___ INPUT DATA ___

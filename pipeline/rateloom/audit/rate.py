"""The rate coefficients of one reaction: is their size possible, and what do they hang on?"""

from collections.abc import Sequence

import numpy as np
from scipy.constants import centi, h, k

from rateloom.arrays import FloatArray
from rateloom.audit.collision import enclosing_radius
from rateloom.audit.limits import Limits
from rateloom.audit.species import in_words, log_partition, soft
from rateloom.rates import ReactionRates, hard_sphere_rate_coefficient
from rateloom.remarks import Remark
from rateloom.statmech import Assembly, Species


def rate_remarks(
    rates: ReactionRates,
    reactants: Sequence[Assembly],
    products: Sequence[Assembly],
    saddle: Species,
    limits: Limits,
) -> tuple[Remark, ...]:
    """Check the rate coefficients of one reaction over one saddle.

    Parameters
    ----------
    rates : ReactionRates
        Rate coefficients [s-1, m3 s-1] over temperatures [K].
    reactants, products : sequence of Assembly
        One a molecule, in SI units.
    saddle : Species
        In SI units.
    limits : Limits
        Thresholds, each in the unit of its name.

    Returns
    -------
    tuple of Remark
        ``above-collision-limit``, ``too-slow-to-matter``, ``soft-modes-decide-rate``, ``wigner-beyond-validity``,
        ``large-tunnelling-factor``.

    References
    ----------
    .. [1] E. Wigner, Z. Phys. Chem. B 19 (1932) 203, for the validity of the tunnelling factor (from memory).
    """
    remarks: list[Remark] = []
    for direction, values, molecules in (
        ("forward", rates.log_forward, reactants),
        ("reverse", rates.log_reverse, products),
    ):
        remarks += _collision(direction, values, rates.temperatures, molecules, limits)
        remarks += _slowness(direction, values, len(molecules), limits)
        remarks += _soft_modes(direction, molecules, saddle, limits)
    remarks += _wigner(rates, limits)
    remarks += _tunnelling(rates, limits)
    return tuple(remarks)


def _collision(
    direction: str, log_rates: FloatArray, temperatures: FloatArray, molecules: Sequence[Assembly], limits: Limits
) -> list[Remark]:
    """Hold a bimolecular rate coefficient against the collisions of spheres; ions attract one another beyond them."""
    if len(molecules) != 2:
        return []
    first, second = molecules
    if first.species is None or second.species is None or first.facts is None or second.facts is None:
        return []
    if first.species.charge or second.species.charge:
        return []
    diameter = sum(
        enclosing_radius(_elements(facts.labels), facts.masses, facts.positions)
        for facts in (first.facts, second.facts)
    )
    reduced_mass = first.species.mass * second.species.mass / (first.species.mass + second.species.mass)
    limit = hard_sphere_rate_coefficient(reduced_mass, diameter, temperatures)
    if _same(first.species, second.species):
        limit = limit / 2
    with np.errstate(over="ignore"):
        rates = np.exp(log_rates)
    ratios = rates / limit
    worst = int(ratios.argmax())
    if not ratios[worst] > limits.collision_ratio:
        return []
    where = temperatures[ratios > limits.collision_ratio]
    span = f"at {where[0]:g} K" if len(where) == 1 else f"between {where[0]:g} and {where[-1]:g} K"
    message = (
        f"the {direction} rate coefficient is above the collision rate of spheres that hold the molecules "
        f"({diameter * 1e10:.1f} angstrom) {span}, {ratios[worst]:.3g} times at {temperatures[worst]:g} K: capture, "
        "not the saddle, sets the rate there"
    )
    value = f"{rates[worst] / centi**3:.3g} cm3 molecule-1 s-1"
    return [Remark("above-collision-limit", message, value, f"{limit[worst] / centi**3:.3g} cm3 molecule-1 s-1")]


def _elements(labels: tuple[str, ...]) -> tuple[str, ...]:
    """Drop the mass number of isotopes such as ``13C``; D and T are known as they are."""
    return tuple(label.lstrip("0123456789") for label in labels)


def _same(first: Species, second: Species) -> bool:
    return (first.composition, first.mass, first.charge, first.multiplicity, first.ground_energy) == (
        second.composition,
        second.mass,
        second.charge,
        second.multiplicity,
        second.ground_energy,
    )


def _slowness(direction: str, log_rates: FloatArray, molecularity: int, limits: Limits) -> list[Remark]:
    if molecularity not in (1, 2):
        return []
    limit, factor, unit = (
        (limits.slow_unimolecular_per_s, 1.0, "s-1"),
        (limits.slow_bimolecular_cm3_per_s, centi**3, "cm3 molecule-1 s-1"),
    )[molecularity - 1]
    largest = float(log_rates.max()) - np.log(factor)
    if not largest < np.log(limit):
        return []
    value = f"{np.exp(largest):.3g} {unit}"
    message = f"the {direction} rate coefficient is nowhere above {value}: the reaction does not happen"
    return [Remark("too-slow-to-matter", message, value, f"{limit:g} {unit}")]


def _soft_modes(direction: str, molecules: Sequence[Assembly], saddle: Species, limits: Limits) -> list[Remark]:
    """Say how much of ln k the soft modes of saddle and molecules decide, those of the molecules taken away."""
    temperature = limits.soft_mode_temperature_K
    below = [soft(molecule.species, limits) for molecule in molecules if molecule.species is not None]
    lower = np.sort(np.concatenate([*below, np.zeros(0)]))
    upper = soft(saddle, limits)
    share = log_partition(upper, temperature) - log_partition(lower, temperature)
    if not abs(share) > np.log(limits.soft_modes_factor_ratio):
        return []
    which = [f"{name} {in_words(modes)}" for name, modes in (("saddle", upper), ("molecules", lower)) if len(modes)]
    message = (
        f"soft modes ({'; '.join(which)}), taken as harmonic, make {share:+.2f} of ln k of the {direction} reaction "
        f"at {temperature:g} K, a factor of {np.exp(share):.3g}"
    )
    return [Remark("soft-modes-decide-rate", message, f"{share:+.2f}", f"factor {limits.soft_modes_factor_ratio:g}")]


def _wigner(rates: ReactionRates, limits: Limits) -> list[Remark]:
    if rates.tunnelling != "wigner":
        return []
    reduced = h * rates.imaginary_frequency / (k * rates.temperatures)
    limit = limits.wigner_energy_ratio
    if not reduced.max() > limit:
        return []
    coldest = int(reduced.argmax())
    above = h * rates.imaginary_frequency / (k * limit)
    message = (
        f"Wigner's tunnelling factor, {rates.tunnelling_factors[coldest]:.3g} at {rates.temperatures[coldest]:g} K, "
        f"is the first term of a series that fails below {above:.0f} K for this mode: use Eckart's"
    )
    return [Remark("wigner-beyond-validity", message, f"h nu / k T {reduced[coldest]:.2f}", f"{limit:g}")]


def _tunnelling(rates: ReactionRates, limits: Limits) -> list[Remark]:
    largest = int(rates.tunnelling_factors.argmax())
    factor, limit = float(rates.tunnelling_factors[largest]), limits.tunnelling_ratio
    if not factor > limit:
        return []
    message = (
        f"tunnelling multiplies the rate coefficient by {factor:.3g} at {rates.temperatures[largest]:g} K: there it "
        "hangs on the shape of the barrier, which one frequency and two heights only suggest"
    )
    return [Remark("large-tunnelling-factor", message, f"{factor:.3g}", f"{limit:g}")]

___

=== TO DO ===
Report how many lines of the entries hold the word "units". Nothing else is needed.

=== RESULT OF THE EXERCISE ===
2